I’m not sure what I was expecting.  I was as nervous as the freshmen going in, and I admit that the first couple months were kind of a shock.  It’s not that there was a lot of bad stuff going on, but being at a small school was so different.  The environment was so quiet  compared to any place I’d worked or gone to school before, and it made me feel like something was wrong.  There wasn’t, though: I just had to get used to the way things are done here and the different pacing.  As the students loosened up, as well, we all began to have a lot more fun in class.  I really enjoyed teaching because I had some very interested and attentive students, and I think most of them had a positive experience.

The service part of the job was surprisingly very enjoyable as it gave me the opportunity to get to know faculty from other departments.  I learned more about accreditation and assessment, and I participated in my first search committee.  I also helped a couple other departments with student-related activities, both for our students and as outreach to the local schools.  It kept me busy, but it wasn’t too overwhelming.  One thing I realized pretty quickly: we have a lot of female faculty here so I don’t imagine I’ll have to worry much (if ever) about being on too many committees because of a lack of representation from women.

One of the things I enjoyed most was having my own office again.  I really hate working at home, and I loved being able to keep work and other stuff more separated.  Sometimes I would drag home some grading while watching TV (which made it take three times as long), but for the most part, I did a lot of that at work.  I definitely need ideas to decorate the place, though, as all I have now in a nerd clock and a grumpy cat poster hanging up.

 

The hardest part of working here is the back and forth to see family.  I get a lot more done during the week so I don’t feel so bad taking some family time on the weekend, but it’s still hard not to see them every night.  Thank goodness for google chat and unlimited cell phone minutes.
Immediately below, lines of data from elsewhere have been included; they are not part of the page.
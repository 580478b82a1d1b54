import { notFound } from "@/lib/errors";
import { api } from "@/lib/http/route";
import { authorize } from "@/lib/ops/access";
import { getChartLogo, removeChartLogo, setChartLogo } from "@/lib/ops/charts";
import { LOGO_MAX_BYTES, LOGO_TOO_LARGE_HINT } from "@/lib/logo";
import { readUploadedFile } from "@/lib/upload";
import { idSchema } from "@/lib/validation/id";

type Params = { id: string };

export const GET = api<Params>(async ({ caller, params }) => {
  const logo = await getChartLogo(caller, { chartId: params.id });
  return new Response(new Uint8Array(logo.bytes), {
    headers: { "content-type": logo.mime, "cache-control": "private, max-age=300", etag: `"${logo.sha256}"` },
  });
});

/** PUT multipart `file`: a PNG or JPEG of at most 1 MB, checked from its bytes. */
export const PUT = api<Params>(async ({ req, caller, params }) => {
  // The role is checked before the body is read: a refused caller gets 401/403/404, never 400 or 413.
  const chartId = idSchema.safeParse(params.id);
  if (!chartId.success) throw notFound("Chart");
  await authorize(caller, { chartId: chartId.data }, setChartLogo.capability);
  const file = await readUploadedFile(req, { maxBytes: LOGO_MAX_BYTES, tooLargeHint: LOGO_TOO_LARGE_HINT });
  return setChartLogo(caller, { chartId: params.id }, { file });
});

export const DELETE = api<Params>(async ({ caller, params }) => {
  await removeChartLogo(caller, { chartId: params.id });
  return new Response(null, { status: 204 });
});
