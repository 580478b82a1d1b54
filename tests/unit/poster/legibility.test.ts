import { readFileSync } from "node:fs";
import path from "node:path";
import { describe, expect, it } from "vitest";
import { layoutPoster } from "@/lib/poster/layout";
import {
  FIGURE_HEIGHT_EM,
  figureHeightMm,
  maxReadingDistanceM,
  posterLegibility,
  requiredHeightMm,
  subtendedArcmin,
} from "@/lib/poster/legibility";
import { layoutInputFor, snapshotLegibility } from "@/lib/poster/model";
import { potDefinition, snapshotOf } from "@/tests/support/poster-fixtures";

/** Reads a big-endian TrueType table directory by hand: an independent look at the font file. */
function fontTable(file: string, tag: string): Buffer {
  const buf = readFileSync(file);
  const numTables = buf.readUInt16BE(4);
  for (let i = 0; i < numTables; i++) {
    const rec = 12 + i * 16;
    if (buf.toString("latin1", rec, rec + 4) === tag) {
      const offset = buf.readUInt32BE(rec + 8);
      const length = buf.readUInt32BE(rec + 12);
      return buf.subarray(offset, offset + length);
    }
  }
  throw new Error(`${tag} table missing in ${file}`);
}

describe("20 minutes of arc", () => {
  it("needs 5.82 mm at 1 m and 11.64 mm at 2 m (h = 2·d·tan(θ/2))", () => {
    expect(requiredHeightMm(1)).toBeCloseTo(5.818, 3);
    expect(requiredHeightMm(2)).toBeCloseTo(11.636, 3);
    expect(requiredHeightMm(1.5)).toBeCloseTo(8.727, 3);
  });

  it("inverts: a height subtends the angle it was made for, and the farthest distance follows", () => {
    expect(subtendedArcmin(requiredHeightMm(3), 3)).toBeCloseTo(20, 9);
    expect(subtendedArcmin(5.818, 1)).toBeCloseTo(20, 2);
    expect(maxReadingDistanceM(11.636)).toBeCloseTo(2, 3);
  });
});

describe("figure height from the font file", () => {
  it("uses Inter's OS/2 cap height over units per em, read from every weight shipped", () => {
    for (const weight of ["Regular", "SemiBold", "Bold"]) {
      const file = path.join(process.cwd(), "fonts", `Inter-${weight}.ttf`);
      const unitsPerEm = fontTable(file, "head").readUInt16BE(18);
      const os2 = fontTable(file, "OS/2");
      expect(os2.readUInt16BE(0)).toBeGreaterThanOrEqual(2); // sCapHeight exists from version 2
      const capHeight = os2.readInt16BE(88);
      expect(capHeight / unitsPerEm).toBeCloseTo(FIGURE_HEIGHT_EM, 9);
    }
  });

  it("converts a figure size in points to its digit height in mm", () => {
    // 72 pt = 1 inch = 25.4 mm of font size, of which 1490/2048 is the digit height.
    expect(figureHeightMm(72)).toBeCloseTo((25.4 * 1490) / 2048, 9);
  });
});

describe("poster legibility", () => {
  const snap = snapshotOf(potDefinition);

  it("passes the illustrative A2 POT chart at 1.5 m and suggests nothing", () => {
    const l = snapshotLegibility(snap);
    expect(l.ok).toBe(true);
    expect(l.suggestion).toBeNull();
    expect(l.figureHeightMm).toBeGreaterThan(l.requiredMm);
    expect(l.subtendedArcmin).toBeGreaterThan(20);
    expect(l.figureHeightMm).toBeCloseTo(figureHeightMm(layoutPoster(layoutInputFor(snap)).figurePt), 9);
  });

  it("fails a crowded A4 chart at 2 m, naming the smallest ISO paper and the most columns that pass", () => {
    const crowded = snapshotOf({
      ...potDefinition,
      paper: "A4",
      readingDistanceM: 2,
      lookups: [{ ...potDefinition.lookups[0], cols: { from: 2, to: 4.75, step: 0.25 } }],
    });
    const l = snapshotLegibility(crowded);
    expect(l.ok).toBe(false);
    expect(l.smallestPaper).not.toBeNull();
    expect(["A3", "A2", "A1", "A0"]).toContain(l.smallestPaper);
    // The suggested paper does pass, and the one below it does not.
    const papers = ["A4", "A3", "A2", "A1", "A0"] as const;
    const idx = papers.indexOf(l.smallestPaper as (typeof papers)[number]);
    const at = (paper: (typeof papers)[number]) =>
      posterLegibility({ ...layoutInputFor({ ...crowded, paper }), readingDistanceM: 2 });
    expect(at(papers[idx] as (typeof papers)[number]).ok).toBe(true);
    expect(at(papers[idx - 1] as (typeof papers)[number]).ok).toBe(false);
    expect(l.suggestion).toContain(`Use ${l.smallestPaper} or larger`);
    expect(l.suggestion).toContain("11.6 mm");
    if (l.maxColumns !== null) {
      expect(l.suggestion).toContain(`show at most ${l.maxColumns} column`);
      const input = layoutInputFor(crowded);
      const fewer = { ...input, grids: input.grids.map((g) => ({ ...g, cols: l.maxColumns as number })) };
      expect(posterLegibility({ ...fewer, readingDistanceM: 2 }).ok).toBe(true);
      const oneMore = { ...input, grids: input.grids.map((g) => ({ ...g, cols: (l.maxColumns as number) + 1 })) };
      expect(posterLegibility({ ...oneMore, readingDistanceM: 2 }).ok).toBe(false);
    }
  });

  it("keeps a US-paper chart in the US series", () => {
    const us = snapshotOf({ ...potDefinition, paper: "LETTER", readingDistanceM: 3 });
    const l = snapshotLegibility(us);
    expect(l.ok).toBe(false);
    expect(["TABLOID", "ARCH-C", "ARCH-D", null]).toContain(l.smallestPaper);
    expect(l.suggestion).toMatch(/read it from \d+\.\d m or closer/);
  });
});
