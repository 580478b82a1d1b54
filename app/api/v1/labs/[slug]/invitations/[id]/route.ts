import { revokeInvitation } from "@/db/queries/invitations";
import { labRoute, parseWith } from "@/lib/auth/guard";
import { idParam } from "@/lib/validation/members";

export const DELETE = labRoute<{ slug: string; id: string }>("members:manage", async (_req, member, params) => {
  const { id } = parseWith(idParam, params);
  await revokeInvitation({ labId: member.lab.id, invitationId: id, actorUserId: member.user.id });
  return new Response(null, { status: 204 });
});
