import { Font } from "@react-pdf/renderer";
import { beforeAll, describe, expect, it } from "vitest";
import { POSTER_FONT, preparePosterFonts } from "@/lib/poster/pdf/document";

type Position = { xAdvance: number; yAdvance: number; xOffset: number; yOffset: number };
type Run = { glyphs: { id: number }[]; positions: Position[]; advanceWidth: number };
type LayoutFont = { layout(text: string, features?: string[]): Run };

describe("the shaping cache on react-pdf's own fonts", () => {
  let font: LayoutFont;
  beforeAll(async () => {
    await preparePosterFonts();
    font = Font.getFont({ fontFamily: POSTER_FONT, fontWeight: 400 }).data as unknown as LayoutFont;
  });

  it("is installed on the class of the font react-pdf loaded", () => {
    expect((Object.getPrototypeOf(font) as { layout: { name: string } }).layout.name).toBe("cachedLayout");
  });

  it("hands each caller its own run, so a caller that scales positions in place spoils nothing", () => {
    const first = font.layout("(3.05) 3.25", ["tnum"]);
    const advances = first.positions.map((p) => p.xAdvance);
    const width = first.advanceWidth;
    expect(advances.length).toBe(11);
    // What pdfkit does to a run it draws: every position scaled to its 1000-unit em.
    for (const p of first.positions) p.xAdvance *= 1000 / 2048;
    const again = font.layout("(3.05) 3.25", ["tnum"]);
    expect(again).not.toBe(first);
    expect(again.positions.map((p) => p.xAdvance)).toEqual(advances);
    expect(again.advanceWidth).toBe(width);
    expect(again.glyphs.map((g) => g.id)).toEqual(first.glyphs.map((g) => g.id));
  });

  it("keys runs by their features: tabular figures differ from proportional ones", () => {
    const tabular = font.layout("1111", ["tnum"]).advanceWidth;
    const proportional = font.layout("1111").advanceWidth;
    // Inter's tabular "1" is wider than its proportional one (font data; checked by this assertion).
    expect(tabular).not.toBe(proportional);
    expect(font.layout("1111", ["tnum"]).advanceWidth).toBe(tabular);
  });
});
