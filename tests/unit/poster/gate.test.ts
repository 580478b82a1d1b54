import { describe, expect, it } from "vitest";
import { DEMO_CHARTS } from "@/db/demo-charts";
import { legibilityRefusal, LEGIBILITY_RULE, snapshotLegibility } from "@/lib/poster/model";
import { potDefinition, snapshotOf } from "@/tests/support/poster-fixtures";

describe("the legibility gate", () => {
  it("refuses figures below the 20′ guide at the stated distance, naming the rule and a way to pass", () => {
    const small = snapshotOf({ ...potDefinition, paper: "A4", readingDistanceM: 2.5 });
    const refusal = legibilityRefusal(small);
    expect(refusal).toMatch(/^Lab rule "legibility": the figures are too small to read from 2.5 m\./);
    // The designer's advice: a larger paper (or fewer columns, or a closer distance).
    expect(refusal).toMatch(/use A\d or larger|show at most \d+ columns?|print it landscape/i);
  });

  it("lets an edition through when the medical lead recorded an exception to the rule", () => {
    const small = snapshotOf({ ...potDefinition, paper: "A4", readingDistanceM: 2.5 });
    const excepted = { ...small, ruleExceptions: [{ rule: LEGIBILITY_RULE, reason: "Read at the table only" }] };
    expect(legibilityRefusal(excepted)).toBeNull();
    // An exception to another rule does not count.
    expect(legibilityRefusal({ ...small, ruleExceptions: [{ rule: "rounding", reason: "x" }] })).not.toBeNull();
  });

  it("does not let an exception approve figures nobody can read, even from arm's length", () => {
    // A 3 x 3 grid on A4 portrait read from 2.5 m: headings sized for the distance leave the grid
    // (almost) no room, so the printed figures are a fraction of a millimetre high.
    const tiny = {
      ...potDefinition,
      paper: "A4",
      readingDistanceM: 2.5,
      lookups: [
        { ...potDefinition.lookups[0], rows: { from: 2.5, to: 3, step: 0.25 }, cols: { from: 2, to: 2.5, step: 0.25 } },
      ],
    } as const;
    const snapshot = snapshotOf(tiny);
    const figureMm = snapshotLegibility(snapshot, { status: "approved" }).figureHeightMm;
    // The floor: 20′ of arc at 0.4 m is 2·400·tan(10′) = 2.33 mm (the formula in lib/poster/legibility.ts).
    const floorMm = 2 * 400 * Math.tan(((10 / 60) * Math.PI) / 180);
    expect(figureMm).toBeLessThan(floorMm);
    const excepted = { ...snapshot, ruleExceptions: [{ rule: LEGIBILITY_RULE, reason: "Read at the table only" }] };
    expect(legibilityRefusal(excepted)).toMatch(
      /^Lab rule "legibility": the exception recorded for this chart excuses the reading distance, but these figures \(\d+\.\d mm high\) cannot be read even from 0\.4 m, where they need 2\.3 mm\./,
    );
    // The POT chart on A4 has small but real figures (5.8 mm): an exception still lets it through.
    const small = snapshotOf({ ...potDefinition, paper: "A4", readingDistanceM: 2.5 });
    expect(snapshotLegibility(small, { status: "approved" }).figureHeightMm).toBeGreaterThan(floorMm);
    expect(legibilityRefusal({ ...small, ruleExceptions: excepted.ruleExceptions })).toBeNull();
  });

  it("passes every demo chart at its stated control-room distance of 2-3 m", () => {
    for (const chart of DEMO_CHARTS) {
      const def = chart.definition({ nc: 1, sc: 2, stent: 7 }) as { readingDistanceM: number };
      expect(def.readingDistanceM, chart.title).toBeGreaterThanOrEqual(2);
      expect(def.readingDistanceM, chart.title).toBeLessThanOrEqual(3);
      const snapshot = snapshotOf(def as never);
      expect(legibilityRefusal(snapshot), chart.title).toBeNull();
      expect(snapshotLegibility(snapshot, { status: "approved" }).ok).toBe(true);
    }
  });
});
I’m excited about next semester: I will be teaching university physics. When I was a TA/tutor for physics in undergrad, a lot of my lab students would come to me for help in the class.  I’ve been told a lot that I was very good at teaching it, and that’s stuck with me.  I sure hope they’re right because I remember it being one of my favorite classes in undergrad.  I also get to teach a general science class for non-majors, and I chose a geology-oriented topic for the focus.  It’ll be interesting to see how it goes teaching non-majors again.  My last experience was as a TA in grad school with students who really didn’t want to take science, so it wasn’t the most positive for me.  However, I’m starting to learn that I can’t base anything off past experiences, so I’m aiming for that class to be fun, too.